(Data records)
━━━━━━━━━━━━━━━━━━━━━━━━━━━━━━
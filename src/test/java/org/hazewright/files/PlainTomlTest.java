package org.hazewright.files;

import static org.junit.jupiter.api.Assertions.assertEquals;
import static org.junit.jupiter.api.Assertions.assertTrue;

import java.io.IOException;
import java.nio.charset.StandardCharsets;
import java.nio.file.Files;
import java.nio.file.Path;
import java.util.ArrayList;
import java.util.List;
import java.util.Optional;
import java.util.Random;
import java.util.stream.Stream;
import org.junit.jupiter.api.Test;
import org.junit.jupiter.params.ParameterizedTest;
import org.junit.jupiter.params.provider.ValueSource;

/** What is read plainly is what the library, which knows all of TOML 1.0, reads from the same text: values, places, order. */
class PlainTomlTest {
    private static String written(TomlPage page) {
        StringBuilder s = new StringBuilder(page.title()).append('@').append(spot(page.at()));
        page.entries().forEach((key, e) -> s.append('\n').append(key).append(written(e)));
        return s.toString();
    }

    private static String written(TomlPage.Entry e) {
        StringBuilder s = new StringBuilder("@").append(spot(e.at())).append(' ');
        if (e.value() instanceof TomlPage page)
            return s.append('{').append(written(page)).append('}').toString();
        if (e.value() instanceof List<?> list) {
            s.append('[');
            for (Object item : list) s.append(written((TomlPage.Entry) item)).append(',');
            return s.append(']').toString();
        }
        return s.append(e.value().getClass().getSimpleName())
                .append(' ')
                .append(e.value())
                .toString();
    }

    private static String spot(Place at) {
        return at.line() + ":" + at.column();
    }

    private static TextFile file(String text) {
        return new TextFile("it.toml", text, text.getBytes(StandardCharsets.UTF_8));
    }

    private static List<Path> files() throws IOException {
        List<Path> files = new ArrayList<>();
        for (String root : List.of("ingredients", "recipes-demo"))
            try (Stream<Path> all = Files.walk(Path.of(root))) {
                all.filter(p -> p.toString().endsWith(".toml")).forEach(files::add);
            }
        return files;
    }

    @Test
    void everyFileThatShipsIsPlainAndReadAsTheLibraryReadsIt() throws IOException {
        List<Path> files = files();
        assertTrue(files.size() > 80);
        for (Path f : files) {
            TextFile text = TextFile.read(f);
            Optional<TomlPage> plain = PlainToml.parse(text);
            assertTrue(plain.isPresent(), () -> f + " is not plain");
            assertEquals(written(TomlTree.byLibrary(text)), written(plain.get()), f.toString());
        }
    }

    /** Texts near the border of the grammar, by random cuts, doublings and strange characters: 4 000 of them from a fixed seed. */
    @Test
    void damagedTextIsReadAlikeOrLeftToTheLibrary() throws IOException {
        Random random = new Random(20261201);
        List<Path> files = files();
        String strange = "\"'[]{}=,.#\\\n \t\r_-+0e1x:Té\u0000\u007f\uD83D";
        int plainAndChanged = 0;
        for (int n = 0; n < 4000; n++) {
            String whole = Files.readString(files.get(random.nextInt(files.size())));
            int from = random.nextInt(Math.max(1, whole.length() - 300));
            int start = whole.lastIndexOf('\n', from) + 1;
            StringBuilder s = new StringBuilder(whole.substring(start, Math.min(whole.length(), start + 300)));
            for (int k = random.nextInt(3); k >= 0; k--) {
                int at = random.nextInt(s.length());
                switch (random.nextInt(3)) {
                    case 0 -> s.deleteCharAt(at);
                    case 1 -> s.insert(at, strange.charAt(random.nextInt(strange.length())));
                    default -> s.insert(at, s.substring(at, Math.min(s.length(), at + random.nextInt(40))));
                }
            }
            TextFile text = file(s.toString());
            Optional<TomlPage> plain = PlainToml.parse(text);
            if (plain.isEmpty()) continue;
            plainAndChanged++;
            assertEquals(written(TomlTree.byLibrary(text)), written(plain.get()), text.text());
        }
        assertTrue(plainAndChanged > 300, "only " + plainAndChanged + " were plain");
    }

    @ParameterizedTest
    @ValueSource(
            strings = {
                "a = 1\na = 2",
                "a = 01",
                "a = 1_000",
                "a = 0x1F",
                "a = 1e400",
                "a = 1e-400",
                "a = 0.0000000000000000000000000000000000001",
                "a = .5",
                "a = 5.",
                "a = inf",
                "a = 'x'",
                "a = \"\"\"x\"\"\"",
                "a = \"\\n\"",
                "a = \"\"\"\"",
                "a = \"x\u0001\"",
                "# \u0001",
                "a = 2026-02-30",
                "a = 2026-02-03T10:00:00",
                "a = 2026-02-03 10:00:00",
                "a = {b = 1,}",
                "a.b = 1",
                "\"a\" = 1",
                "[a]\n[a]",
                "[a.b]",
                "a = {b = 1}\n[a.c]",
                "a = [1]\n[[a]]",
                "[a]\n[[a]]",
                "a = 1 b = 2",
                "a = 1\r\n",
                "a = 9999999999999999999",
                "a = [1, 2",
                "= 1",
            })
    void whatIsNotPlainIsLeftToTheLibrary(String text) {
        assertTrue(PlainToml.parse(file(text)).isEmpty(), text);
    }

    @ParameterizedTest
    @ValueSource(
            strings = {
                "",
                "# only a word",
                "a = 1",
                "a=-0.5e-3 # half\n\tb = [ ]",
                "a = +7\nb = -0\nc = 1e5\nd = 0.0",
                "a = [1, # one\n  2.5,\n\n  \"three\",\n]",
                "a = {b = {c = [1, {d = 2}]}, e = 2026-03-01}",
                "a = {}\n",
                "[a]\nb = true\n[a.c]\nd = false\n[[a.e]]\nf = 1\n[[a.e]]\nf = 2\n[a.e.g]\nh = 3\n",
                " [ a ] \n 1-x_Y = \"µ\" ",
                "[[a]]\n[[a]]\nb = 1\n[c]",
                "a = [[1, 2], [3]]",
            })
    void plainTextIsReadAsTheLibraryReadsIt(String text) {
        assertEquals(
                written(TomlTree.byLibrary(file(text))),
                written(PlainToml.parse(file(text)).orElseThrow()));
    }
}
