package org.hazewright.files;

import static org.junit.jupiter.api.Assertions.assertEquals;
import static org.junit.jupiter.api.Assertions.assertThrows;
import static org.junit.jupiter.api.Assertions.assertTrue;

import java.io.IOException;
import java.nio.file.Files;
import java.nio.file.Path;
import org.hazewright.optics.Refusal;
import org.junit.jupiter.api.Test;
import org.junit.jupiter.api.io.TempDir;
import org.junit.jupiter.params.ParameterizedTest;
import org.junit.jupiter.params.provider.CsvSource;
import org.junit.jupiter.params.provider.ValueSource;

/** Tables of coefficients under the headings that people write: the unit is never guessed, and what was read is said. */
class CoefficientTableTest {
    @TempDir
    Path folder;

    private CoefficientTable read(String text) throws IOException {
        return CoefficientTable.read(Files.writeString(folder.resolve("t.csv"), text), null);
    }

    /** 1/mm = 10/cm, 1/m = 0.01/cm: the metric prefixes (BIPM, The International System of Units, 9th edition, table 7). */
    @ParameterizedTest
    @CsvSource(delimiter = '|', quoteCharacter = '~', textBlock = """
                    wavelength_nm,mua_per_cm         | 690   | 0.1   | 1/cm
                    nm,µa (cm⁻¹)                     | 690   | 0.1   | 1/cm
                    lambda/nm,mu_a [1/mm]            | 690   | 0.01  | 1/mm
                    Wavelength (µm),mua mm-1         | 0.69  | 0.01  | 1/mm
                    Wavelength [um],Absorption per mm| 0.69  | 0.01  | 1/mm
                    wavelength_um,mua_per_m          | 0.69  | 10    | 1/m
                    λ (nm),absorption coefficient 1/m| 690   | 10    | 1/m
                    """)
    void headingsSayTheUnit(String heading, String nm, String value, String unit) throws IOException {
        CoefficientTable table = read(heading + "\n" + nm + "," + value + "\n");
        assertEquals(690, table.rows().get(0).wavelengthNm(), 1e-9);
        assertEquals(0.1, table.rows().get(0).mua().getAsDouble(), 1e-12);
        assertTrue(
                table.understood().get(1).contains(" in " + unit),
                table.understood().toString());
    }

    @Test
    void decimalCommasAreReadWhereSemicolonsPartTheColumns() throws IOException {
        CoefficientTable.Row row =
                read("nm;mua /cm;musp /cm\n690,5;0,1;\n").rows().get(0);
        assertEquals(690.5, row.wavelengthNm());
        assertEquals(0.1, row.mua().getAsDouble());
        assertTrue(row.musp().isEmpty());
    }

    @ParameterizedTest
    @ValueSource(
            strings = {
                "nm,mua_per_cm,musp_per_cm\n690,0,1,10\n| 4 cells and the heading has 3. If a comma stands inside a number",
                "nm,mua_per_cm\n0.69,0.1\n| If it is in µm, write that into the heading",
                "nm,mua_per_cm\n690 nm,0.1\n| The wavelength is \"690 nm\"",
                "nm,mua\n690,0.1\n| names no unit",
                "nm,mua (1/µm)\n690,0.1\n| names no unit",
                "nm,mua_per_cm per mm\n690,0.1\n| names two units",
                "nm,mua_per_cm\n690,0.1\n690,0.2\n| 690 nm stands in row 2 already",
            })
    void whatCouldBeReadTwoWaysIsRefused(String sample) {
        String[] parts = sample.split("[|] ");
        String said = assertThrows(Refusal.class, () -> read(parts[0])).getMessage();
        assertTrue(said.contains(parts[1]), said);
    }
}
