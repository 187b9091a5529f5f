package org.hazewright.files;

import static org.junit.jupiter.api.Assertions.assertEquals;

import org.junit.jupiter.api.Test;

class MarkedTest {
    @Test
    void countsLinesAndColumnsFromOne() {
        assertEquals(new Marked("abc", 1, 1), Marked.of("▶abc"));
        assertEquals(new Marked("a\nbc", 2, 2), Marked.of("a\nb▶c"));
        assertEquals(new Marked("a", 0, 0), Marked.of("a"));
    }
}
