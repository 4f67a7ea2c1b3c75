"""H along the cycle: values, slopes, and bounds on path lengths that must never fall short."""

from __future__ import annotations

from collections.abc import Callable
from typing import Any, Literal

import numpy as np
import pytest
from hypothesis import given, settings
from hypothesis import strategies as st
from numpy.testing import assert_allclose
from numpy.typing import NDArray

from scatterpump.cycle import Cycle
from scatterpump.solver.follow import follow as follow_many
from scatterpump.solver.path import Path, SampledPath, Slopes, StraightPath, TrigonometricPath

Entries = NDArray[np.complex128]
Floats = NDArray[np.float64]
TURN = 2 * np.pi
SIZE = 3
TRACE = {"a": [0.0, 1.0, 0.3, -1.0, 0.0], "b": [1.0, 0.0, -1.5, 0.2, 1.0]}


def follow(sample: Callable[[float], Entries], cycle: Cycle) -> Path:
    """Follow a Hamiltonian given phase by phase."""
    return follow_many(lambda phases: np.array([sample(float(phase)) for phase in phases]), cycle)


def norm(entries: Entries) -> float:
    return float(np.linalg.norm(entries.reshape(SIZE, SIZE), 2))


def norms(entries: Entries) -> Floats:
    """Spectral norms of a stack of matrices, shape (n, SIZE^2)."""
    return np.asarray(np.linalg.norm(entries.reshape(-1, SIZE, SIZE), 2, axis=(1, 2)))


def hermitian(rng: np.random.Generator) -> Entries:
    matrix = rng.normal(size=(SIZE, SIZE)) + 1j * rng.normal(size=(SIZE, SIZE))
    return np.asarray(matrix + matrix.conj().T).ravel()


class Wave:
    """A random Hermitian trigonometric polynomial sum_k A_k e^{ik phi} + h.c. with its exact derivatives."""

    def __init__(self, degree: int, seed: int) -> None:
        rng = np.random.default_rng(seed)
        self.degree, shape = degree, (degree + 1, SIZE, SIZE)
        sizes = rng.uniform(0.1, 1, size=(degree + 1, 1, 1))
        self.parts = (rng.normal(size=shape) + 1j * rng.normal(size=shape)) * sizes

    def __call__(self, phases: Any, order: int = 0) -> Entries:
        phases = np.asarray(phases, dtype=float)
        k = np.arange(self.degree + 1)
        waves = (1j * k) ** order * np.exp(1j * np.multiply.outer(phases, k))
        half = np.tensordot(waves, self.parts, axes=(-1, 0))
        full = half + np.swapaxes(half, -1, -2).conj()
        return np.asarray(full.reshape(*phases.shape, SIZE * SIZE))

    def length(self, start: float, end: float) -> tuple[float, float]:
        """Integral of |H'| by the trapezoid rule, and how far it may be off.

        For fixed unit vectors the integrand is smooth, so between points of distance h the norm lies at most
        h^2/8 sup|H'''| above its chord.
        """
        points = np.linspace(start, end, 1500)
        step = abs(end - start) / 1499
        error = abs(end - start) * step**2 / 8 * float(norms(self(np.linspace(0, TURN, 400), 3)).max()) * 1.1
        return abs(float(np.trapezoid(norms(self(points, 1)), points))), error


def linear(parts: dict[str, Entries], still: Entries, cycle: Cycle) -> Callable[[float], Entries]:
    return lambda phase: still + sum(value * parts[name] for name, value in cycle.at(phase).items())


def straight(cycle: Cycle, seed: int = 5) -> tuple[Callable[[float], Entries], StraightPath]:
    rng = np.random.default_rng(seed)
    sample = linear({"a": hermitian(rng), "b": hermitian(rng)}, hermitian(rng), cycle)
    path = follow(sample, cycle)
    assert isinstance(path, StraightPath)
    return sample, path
━━━━━━━━━━━━━━━━━━━━━━━━━━━━━━
**TASK TO CARRY OUT:** Look through the data and gather every line with the string "normal" in it.

**REPLY:**
    matrix = rng.normal(size=(SIZE, SIZE)) + 1j * rng.normal(size=(SIZE, SIZE))
        self.parts = (rng.normal(size=shape) + 1j * rng.normal(size=shape)) * sizes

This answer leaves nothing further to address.